=== Data under study ===
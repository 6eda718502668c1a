"""The store (capnote.store.base) on real databases: what it writes reads back through the
ORM's table definitions, tokens, the audit trail and the outbox keep their promises on both
engines, a SQLite writer that meets a held lock waits without stopping the event loop, WAL
checkpoints run off the request path, and stored rows from the previous layout are
converted by migrations 0003 and 0005."""

from __future__ import annotations

import asyncio
import json
import sqlite3
import threading
import time
from datetime import UTC, datetime, timedelta
from pathlib import Path
from typing import Any

import orjson
import pytest
from alembic import command
from alembic.config import Config
from fastapi.testclient import TestClient
from sqlalchemy import text
from sqlmodel import Session, select

from capnote.app import create_app
from capnote.assess import Assessor
from capnote.config import Settings
from capnote.fhir.common import stable_uuid
from capnote.fhir.readmodel import ROLE_MAX, parse_id, resource_id, searchables
from capnote.note import Note
from capnote.notes import NoteService, Principal, content_hash, note_key
from capnote.policy import load_policy
from capnote.store.base import FAILED, PENDING, Store
from capnote.store.codec import pack_bundle, pack_roles, unpack_bundle, unpack_roles
from capnote.store.database import MIGRATIONS, make_engine, migrate, open_store, upgrade
from capnote.store.sqlite import SqliteStore
from capnote.store.tables import FhirIndex, FhirToken, NoteVersion
from tests.conftest import NOW, VALID, on_store, routine, sync_notes

WHO = Principal("store test", "submitter")


def service_on(url: str) -> NoteService:
    """A NoteService on a SQLite file (these tests are SQLite's own)."""
    migrate(url)
    return NoteService(SqliteStore(url), Assessor(load_policy()), lambda: NOW)


def utc(moment: datetime) -> datetime:
    """A time the ORM read back, as aware UTC (SQLite keeps it naive)."""
    return moment.replace(tzinfo=UTC) if moment.tzinfo is None else moment.astimezone(UTC)


def test_a_written_version_reads_back_through_the_orm(database_url: str) -> None:
    notes = sync_notes(database_url)
    service = notes.service
    engine = make_engine(database_url)
    try:
        _created, stored = notes.submit(VALID[0].read_bytes(), WHO)
        with Session(engine) as session:
            row = session.exec(select(NoteVersion)).one()
            index = session.exec(select(FhirIndex)).all()
        latest = notes.run(service.store.latest(stored.key))
        assert latest is not None
        # Times as the ORM reads what the driver wrote, and back.
        assert utc(row.recorded_at) == NOW == latest.recorded_at
        assert utc(row.started_at) == latest.started_at
        assert unpack_bundle(bytes(row.bundle)) == stored.bundle_json
        # Every resource the read API searches is indexed (each version's Provenance is
        # read by id, not searched).
        entries = [
            e
            for e in orjson.loads(stored.bundle_json)["entry"]
            if e["resource"]["resourceType"] != "Provenance"
        ]
        assert len(index) == len(entries)
        assert {(i.resource_type, i.latest) for i in index} == {
            (e["resource"]["resourceType"], True) for e in entries
        }
        assert {i.resource_type for i in index} >= {"Procedure", "Observation", "ServiceRequest"}
    finally:
        notes.close()
        engine.dispose()


def test_tokens_audit_and_outbox_on_both_engines(database_url: str) -> None:
    notes = sync_notes(database_url, forward=True)
    store = notes.store
    try:
        token, token_id = notes.run(store.new_token("auditor", "desk 3", NOW))
        assert token.startswith("cap_")
        [info] = notes.run(store.tokens())
        assert (info.id, info.role, info.label, info.created_at) == (
            token_id,
            "auditor",
            "desk 3",
            NOW,
        )
        assert notes.run(store.revoke_token(token_id, NOW))
        assert not notes.run(store.revoke_token(token_id, NOW))  # already revoked
        assert notes.run(store.tokens())[0].revoked_at == NOW
        _created, stored = notes.submit(routine_bytes(), WHO)
        [entry] = notes.run(store.audit_entries(stored.key, 0, 10))
        assert (entry.actor, entry.action, entry.version, entry.at) == (WHO.label, "create", 1, NOW)
        assert notes.run(store.audit_entries(None, 1, 10)) == []  # the second page is empty
        # The outbox: claimed once, then not again while the lease holds.
        claimed = notes.run(store.claim("w1", NOW, timedelta(minutes=2), 10))
        assert [(e.note_key, e.state, e.attempts) for e in claimed] == [
            (stored.key, "delivering", 1)
        ]
        assert notes.run(store.claim("w2", NOW, timedelta(minutes=2), 10)) == []
        later = NOW + timedelta(minutes=3)  # the lease ran out: another worker may take it
        [again] = notes.run(store.claim("w2", later, timedelta(minutes=2), 10))
        assert again.attempts == 2
        assert not notes.run(store.delivered(again.id, "w1", 200, later))  # w1 lost it
        assert notes.run(store.retry_later(again.id, "w2", 503, "busy", later))
        assert notes.run(store.outbox(PENDING, 10))[0].last_error == "busy"
        assert notes.run(store.operator_set(again.id, FAILED, later))
        assert [e.state for e in notes.run(store.outbox_of_note(stored.key))] == ["failed"]
        assert notes.run(store.operator_set(again.id, PENDING, later))
        [last] = notes.run(store.claim("w3", later, timedelta(minutes=2), 10))
        assert notes.run(store.delivered(last.id, "w3", 200, later))
        assert not notes.run(store.operator_set(last.id, PENDING, later))  # delivered stays
        bundle = notes.run(store.bundle_of(last))
        assert unpack_bundle(bundle) == stored.bundle_json
    finally:
        notes.close()


def test_two_stores_never_claim_one_entry_twice(database_url: str) -> None:
    # Two stores are two connections (two processes' workers): the claim is one statement
    # whose condition is checked on the row (and, on PostgreSQL, SKIP LOCKED).
    notes = sync_notes(database_url, forward=True)
    try:
        for i in range(20):
            data = routine()
            data["note_id"]["value"] = f"LN-CLAIM-{i}"
            notes.submit(json.dumps(data).encode(), WHO)
    finally:
        notes.close()

    async def race() -> list[int]:
        stores: list[Store] = [open_store(database_url) for _ in range(3)]
        try:
            batches = await asyncio.gather(
                *(
                    s.claim(f"w{n}-{k}", NOW, timedelta(minutes=2), 3)
                    for k in range(4)
                    for n, s in enumerate(stores)
                )
            )
            return [e.id for batch in batches for e in batch]
        finally:
            for s in stores:
                await s.aclose()

    ids = asyncio.run(race())
    assert len(ids) == len(set(ids))  # nobody got an entry another had
    assert len(ids) == 20  # 12 claims of up to 3 took every one of the 20
    assert on_store(database_url, lambda s: s.outbox(PENDING, 100)) == []


def test_concurrent_writes_share_one_commit_and_a_duplicate_fails_alone(tmp_path: Path) -> None:
    # Group commit: the submissions that reach the store in one turn of the event loop are
    # one transaction, each in a savepoint; a second writer of the same note loses alone.
    service = service_on(f"sqlite:///{tmp_path / 'group.sqlite3'}")
    store = sqlite_of(service)
    statements: list[str] = []

    def bodies() -> list[bytes]:
        out = []
        for i in range(8):
            data = routine()
            data["note_id"]["value"] = f"LN-GROUP-{i}"
            data["patient"]["value"] = f"PT-GROUP-{i}"
            out.append(json.dumps(data).encode())
        return [*out, out[0]]  # the first note twice

    async def scenario() -> list[bool]:
        await store.ping()  # the connection exists, so the trace sees every statement
        store._open().set_trace_callback(statements.append)
        results = await asyncio.gather(*(service.submit(b, WHO) for b in bodies()))
        store._open().set_trace_callback(None)
        return [created for created, _stored in results]

    try:
        created = asyncio.run(scenario())
    finally:
        store.close()
    assert created == [True] * 8 + [False]  # the repeat is a resend, answered as such
    commits = [s for s in statements if s == "COMMIT"]
    assert len(commits) == 1, statements  # all nine writes in one transaction
    assert sum(s == "ROLLBACK TO one_write" for s in statements) == 1
    with sqlite3.connect(tmp_path / "group.sqlite3") as connection:
        assert connection.execute("select count(*) from note_version").fetchone() == (8,)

=== What the task asks ===
Could you copy each line in the listing above that includes the word "SqliteStore"?

=== Response to this task ===
from capnote.store.sqlite import SqliteStore
    return NoteService(SqliteStore(url), Assessor(load_policy()), lambda: NOW)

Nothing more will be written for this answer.